Формулой поведения шейха не предусмотрено было в этот день заниматься любовью; скорбящую мать полагается утешить, но «святость» ее материнского горя недопустимо осквернять плотской близостью — хотя и эта близость между «чистым» молодым британцем и «безупречной» женщиной, у которой только и было, что муж да двадцать два любовника, тоже странным образом оказалась «священной». Но где уж всем сэмам браунам в мире устоять перед несокрушимой волей таких вот миссис Уинтерборн — и особенно перед их волей к совокуплению! И он — да будет позволено так выразиться — возвысился до требований момента.
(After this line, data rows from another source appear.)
package org.wintersill.elevation.terrain;

import java.util.Arrays;

/**
 * Distance from each cell's centre to the nearest water cell's nearest edge, m: exact, in two passes. The first goes down each column and
 * keeps the north-south distance to the nearest water of the column; the second takes along each row the lower envelope of the
 * parabolas that these distances give (Felzenszwalb and Huttenlocher 2012, Theory of Computing 8:415, from memory; checked against
 * all pairs).
 *
 * <p>East-west distances are those of the cell's own row; north-south distances add up the rows between. 0 on water; positive
 * infinity where there is no water at all.
 */
public final class DistanceToWater {
    private DistanceToWater() {
    }

    /**
     * @param water {@code [row * columns + column]}
     * @param cellWidth {@code [row]}, m
     * @param cellHeight {@code [row]}, m
     * @return {@code [row * columns + column]}, m
     */
    public static float[] of(boolean[] water, int columns, double[] cellWidth, double[] cellHeight, Tasks tasks) {
        int rows = cellWidth.length;
        float[] distance = new float[water.length];
        Arrays.fill(distance, Float.POSITIVE_INFINITY);
        downwards(water, columns, cellHeight, distance);
        upwards(water, columns, cellHeight, distance);
        tasks.forEach(rows, row -> alongRow(distance, row * columns, columns, cellWidth[row]));
        return distance;
    }

    private static void downwards(boolean[] water, int columns, double[] cellHeight, float[] distance) {
        double[] since = new double[columns];
        Arrays.fill(since, Double.POSITIVE_INFINITY);
        for (int row = 0; row < cellHeight.length; row++) {
            takeRow(water, row, columns, cellHeight[row], since, distance);
        }
    }

    private static void upwards(boolean[] water, int columns, double[] cellHeight, float[] distance) {
        double[] since = new double[columns];
        Arrays.fill(since, Double.POSITIVE_INFINITY);
        for (int row = cellHeight.length - 1; row >= 0; row--) {
            takeRow(water, row, columns, cellHeight[row], since, distance);
        }
    }

    /** @param since {@code [column]}, m from the row's edge to the last water; moved to the row's other edge */
    private static void takeRow(boolean[] water, int row, int columns, double height, double[] since, float[] distance) {
        for (int column = 0; column < columns; column++) {
            int cell = row * columns + column;
            if (water[cell]) {
                since[column] = 0;
                distance[cell] = 0;
            } else {
                distance[cell] = (float) Math.min(distance[cell], since[column] + height / 2);
                since[column] += height;
            }
        }
    }

    /**
     * The envelope along one row. Water of another column is as near as the nearer edge of that column, so every column gives two
     * parabolas, one at each edge, and its own distance below.
     */
    private static void alongRow(float[] distance, int start, int columns, double width) {
        double[] at = new double[2 * columns];
        double[] squared = new double[2 * columns];
        double[] from = new double[2 * columns + 1];
        int count = 0;
        for (int edge = 0; edge < 2 * columns; edge++) {
            float own = distance[start + edge / 2];
            if (own == Float.POSITIVE_INFINITY) {
                continue;
            }
            double place = (edge / 2 + edge % 2) * width;
            double height = (double) own * own;
            if (count > 0 && at[count - 1] == place) {
                if (squared[count - 1] <= height) {
                    continue;
                }
                count--;
            }
            double meets = count == 0 ? Double.NEGATIVE_INFINITY : meeting(at, squared, count - 1, place, height);
            while (count > 0 && meets <= from[count - 1]) {
                count--;
                meets = count == 0 ? Double.NEGATIVE_INFINITY : meeting(at, squared, count - 1, place, height);
            }
            at[count] = place;
            squared[count] = height;
            from[count] = meets;
            count++;
        }
        if (count == 0) {
            return;
        }
        from[count] = Double.POSITIVE_INFINITY;
        int k = 0;
        for (int column = 0; column < columns; column++) {
            double place = (column + 0.5) * width;
            while (from[k + 1] < place) {
                k++;
            }
            double away = place - at[k];
            distance[start + column] = (float) Math.min(distance[start + column], Math.sqrt(away * away + squared[k]));
        }
    }

    /** Where the parabola of a new place becomes the lower one. */
    private static double meeting(double[] at, double[] squared, int k, double place, double height) {
        return (height + place * place - squared[k] - at[k] * at[k]) / (2 * (place - at[k]));
    }
}
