package org.wintersill.elevation.terrain;

import java.util.Arrays;

/**
 * The heights of a rectangle as ranks: equal heights have the same, the lowest has 0, voids and cells beyond the relief have the
 * number of distinct heights.
 *
 * @param ranks {@code [row of the rectangle * columns + column]}
 * @param metres {@code [rank]}, ascending
 */
record RankedHeights(int[] ranks, float[] metres) {

    int distinct() {
        return metres.length;
    }

    /** @param row first row, may lie outside of the relief, as may all others */
    static RankedHeights of(Relief relief, int row, int column, int rows, int columns) {
        long[] keys = new long[Math.multiplyExact(rows, columns)];
        int present = 0;
        int[] ranks = new int[keys.length];
        for (int i = 0; i < keys.length; i++) {
            float z = relief.at(row + i / columns, column + i % columns);
            if (z == z) {
                // + 0f makes one zero of the two; integers of floats ascend for positive and descend for negative ones.
                int bits = Float.floatToRawIntBits(z + 0f);
                keys[present++] = (long) (bits < 0 ? bits ^ 0x7fffffff : bits) << 32 | i;
            }
        }
        Arrays.sort(keys, 0, present);
        float[] metres = new float[present];
        int distinct = 0;
        Arrays.fill(ranks, -1);
        for (int k = 0; k < present; k++) {
            int at = (int) keys[k];
            float z = relief.at(row + at / columns, column + at % columns);
            if (distinct == 0 || metres[distinct - 1] != z) {
                metres[distinct++] = z;
            }
            ranks[at] = distinct - 1;
        }
        for (int i = 0; i < ranks.length; i++) {
            if (ranks[i] < 0) {
                ranks[i] = distinct;
            }
        }
        return new RankedHeights(ranks, Arrays.copyOf(metres, distinct));
    }
}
И он тоже испытал странное, извращенное наслаждение, нежничая и занимаясь любовью над свежим трупом; а между тем будь он способен пораскинуть мозгами, он понял бы, что миссис Уинтерборн — не только садистка, но некрофилка.
В ближайшие месяц-два смерть Джорджа стала для его матери источником и других, почти ничем не омраченных радостей. Миссис Уинтерборн простила — разумеется, временно — самых заклятых своих врагов, чтобы можно было написать побольше писем о своей тяжелой утрате, — она сочиняла их с увлечением и искусно украшала пятнами слез. Многие без пяти минут аристократы, обычно избегавшие миссис Уинтерборн, как ядовитейшую разновидность скорпиона в образе человеческом, явились к ней с визитом — правда, самым кратким — и выразили свое соболезнование. Ее посетил даже приходский священник, и был встречен с любезностью чрезвычайной; ибо, хоть миссис Уинтерборн и уверяла всех, будто пренебрегает мнением общества и исповедует агностицизм (столь крайние взгляды появились у нее, впрочем, лишь после того, как перед нею захлопнули двери почти все добропорядочные и благочестивые обыватели), она сохранила суеверное почтение к служителям официальной церкви.
Другая радость миссис Уинтерборн была — переругиваться с Элизабет, женой Джорджа, из-за его жалкого «наследства» и оставшихся после него вещей. Уходя в армию, Джордж думал, что как ближайшего родственника должен назвать отца.